Ada yang kesulitan, ada yang langsung bisa. Tapi semua mengatakan, “Waduh berat, ya, ini…“ Kami kemudian menjelaskan, kalau Anda menggunakan “blender“ juga bisa. Tapi kalau di Indonesia, inilah yang digunakan, karena kalau memakai ulekan, bumbunya menjadi lebih enak, semua rasanya keluar. Mereka terus mengatakan, “Wah, memang dengan ulekan jadinya lebih balus“.
Kemudian kami jelaskan, memang di Indonesia, misalnya di pasar, ada penjual bumbu yang punya penggiling bumbu.

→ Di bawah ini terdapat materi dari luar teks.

/* Exact names win over prefix readings; prefixes attach only to SI units
 * that take them and never stack. */
static void test_prefixes(void **state)
{
    (void)state;
    static const struct {
        const char *text;
        double factor;
        double l, m, t;
        int other; /* a base dimension other than L M T, or -1 */
    } ok[] = {
        {"min", 60, 0, 0, 1, -1},            /* minute, not milli-inch */
        {"mm", 1e-3, 1, 0, 0, -1},
        {"Mm", 1e6, 1, 0, 0, -1},            /* megametre: case matters */
        {"cd", 1, 0, 0, 0, DIM_LUMINOUS},    /* candela, not centi-day */
        {"Pa", 1, -1, 1, -2, -1},            /* pascal, not peta-annum */
        {"PPa", 1e15, -1, 1, -2, -1},
        {"hp", 745.69987158227022, 2, 1, -3, -1}, /* horsepower, not hecto-p */
        {"hPa", 100, -1, 1, -2, -1},         /* hectopascal */
        {"mi", 1609.344, 1, 0, 0, -1},
        {"ms", 1e-3, 0, 0, 1, -1},           /* millisecond */
        {"Ms", 1e6, 0, 0, 1, -1},
        {"dam", 10, 1, 0, 0, -1},            /* deca- tried before deci- */
        {"daN", 10, 1, 1, -2, -1},
        {"dm", 0.1, 1, 0, 0, -1},
        {"dL", 1e-4, 3, 0, 0, -1},
        {"cL", 1e-5, 3, 0, 0, -1},
        {"hL", 0.1, 3, 0, 0, -1},
        {"um", 1e-6, 1, 0, 0, -1},
        {"\xc2\xb5m", 1e-6, 1, 0, 0, -1},    /* µm, micro sign U+00B5 */
        {"\xce\xbcm", 1e-6, 1, 0, 0, -1},    /* μm, Greek mu U+03BC */
        {"nm", 1e-9, 1, 0, 0, -1},
        {"fs", 1e-15, 0, 0, 1, -1},
        {"mg", 1e-6, 0, 1, 0, -1},
        {"Mg", 1e3, 0, 1, 0, -1},
        {"kg", 1, 0, 1, 0, -1},
        {"GPa", 1e9, -1, 1, -2, -1},
        {"MN", 1e6, 1, 1, -2, -1},
        {"MJ", 1e6, 2, 1, -2, -1},
        {"MW", 1e6, 2, 1, -3, -1},
        {"kbar", 1e8, -1, 1, -2, -1},
        {"mP", 1e-4, -1, 1, -1, -1},
        {"mSt", 1e-7, 2, 0, -1, -1},
        {"kHz", 1e3, 0, 0, -1, -1},
        {"mrad", 1e-3, 0, 0, 0, -1},
        {"mA", 1e-3, 0, 0, 0, DIM_CURRENT},
        {"kmol", 1e3, 0, 0, 0, DIM_AMOUNT},
        {"Ym", 1e24, 1, 0, 0, -1},
        {"am", 1e-18, 1, 0, 0, -1},
        {"yd", 0.9144, 1, 0, 0, -1},          /* no yocto, so the yard is safe */
        {"ft", 0.3048, 1, 0, 0, -1},          /* not femto-t */
        {"mH2O", 9806.65, -1, 1, -2, -1},     /* metre of water, not milli-H2O */
        {"cP", 1e-3, -1, 1, -1, -1},
        {"gpm", 6.30901964e-05, 3, 0, -1, -1}, /* not giga-pm */
    };
    for (size_t i = 0; i < LEN(ok); i++) {
        Unit u = parse_ok(ok[i].text);
        assert_close(u.factor, ok[i].factor, 1e-12, ok[i].text);
        Dim want = dim_of(ok[i].l, ok[i].m, ok[i].t, 0);
        if (ok[i].other >= 0)
            want = dim_base(ok[i].other);
        assert_dim(u.dim, want, ok[i].text);
    }
    /* Not prefixable, stacked, refused or meaningless. */
    static const char *const unknown[] = {
        "kft", "kpsi", "mgal", "kmin", "kh", "mkm", "kkg", "mdegC", "kdelta_degF", "Mlbm",
        "cgpm", "katm", "kBtu", "khp", "lb", "lbs", "as", "hr", "sec", "ym", "zm", "mm2",
    };
    for (size_t i = 0; i < LEN(unknown); i++) {
        Unit u;
        size_t off = 99, n = 99;
        UnitStatus st = unit_parse(unknown[i], strlen(unknown[i]), &u, &off, &n);
        if (st != UNIT_UNKNOWN || off != 0 || n != strlen(unknown[i]))
            fail_msg("%s: status %d at %zu+%zu, want UNIT_UNKNOWN over the name", unknown[i],
                     (int)st, off, n);
    }
}

/* ---- temperatures ------------------------------------------------------- */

Tetapi kalau di rumah tangga biasa, orang biasanya menggunakan ulekan, walaupun ukurannya mungkin lebih kecil. Selain itu di daerah pedesaan, walaupun kalau ada acara orang harus memasak untuk 100 tamu, tetap saja ulekan yang digunakan. Kadang-kadang ulekannya besar, dan orang mengulek beramai-ramai, empat sampai lima orang. Jadi kami juga memberikan informasi tentang budaya di Indonesia sebagai latar belakangnya.
Bagaimana bahan-bahannya?
Tahun ini kami bawa bahan yang sedikit berbeda dengan tahun lalu. Kami bawa kluak, misalnya. Di sini (Jerman – red) itu tidak ada, bisa dapat, tapi lewat Belanda. Tapi kalau dapatpun hanya isinya saja. Bisa saja teman saya yang membelikan di sini, tapi dia tidak kenal bumbu ini. Jadi saya tunjukkan bentuk aslinya kluak. “Penah lihat ini tidak?“ Terus dia bilang, “Ini… apa ini?“ Terus saya tunjukkan, “Ini kulitnya, kalau dibuka ada isinya“. Kalau isinya kering harus direndam. Setelah itu disaring. Kami kasi liat semua prosesnya. Jika sudah disaring ditumis pakai minyak, kemudian dikasi air, dimasak setelah itu di-blender, hasilnya pasta. Setelah itu pasta dimasak dengan bumbu-bumbu lain. Ini nanti bisa untuk “beef stew“ atau rawon. Saya juga tunjukkan, supaya mereka bisa mencium wanginya. Kemudian mereka bilang, “Ini seperti coklat yang difermentasikan.“
Jadi mereka juga lihat bahan-bahan yang belum pernah mereka lihat sebelumnya. Misalnya juga nangka. Mereka tanya , “Ini bagaimana cara makannya?“ Kami jelaskan, kalau nangka muda untuk sayur. Kalau tua untuk buah. Kemudian kami buat nangka goreng, lalu kerjasama dengan “pastry“ yang membuat es krim. Nangka kemudian dihidangkan dengan es krim. Atau juga mangga. Jadi yang kami sajikan agak modern, tapi rasa aslinya semua ada.
Bahan bumbu yang tidak pernah didapat di Jerman hanya daun salam dan kencur. Yang tidak bisa diperoleh di sini, kami bawa dari Indonesia. Daun salam dibawa oleh asisten saya, Heru, karena dia punya pohonnya di rumah.
Mengapa sajian masakan Indonesia lebih laku daripada yang dari Thailand?
Menurut para tamu gala dinner yang sudah mencicipi makanan Indonesia, makanan Indonesia memang ada yang terasa pedas. Tetapi tidak sepedas makanan Thailand. Walaupun pedas, dalam makanan Indonesia rasa-rasa lainnya masih bisa terasa. Jadi keseimbangan antara rasa pedas dan rasa lainnya ada. Sehingga masih bisa disantap dengan minuman anggur.
Laporan dan wawancara dengan Chef Degan Septoadji bisa diadakan berkat dukungan pihak Hotel Traube Tonbach, Schwarzwald.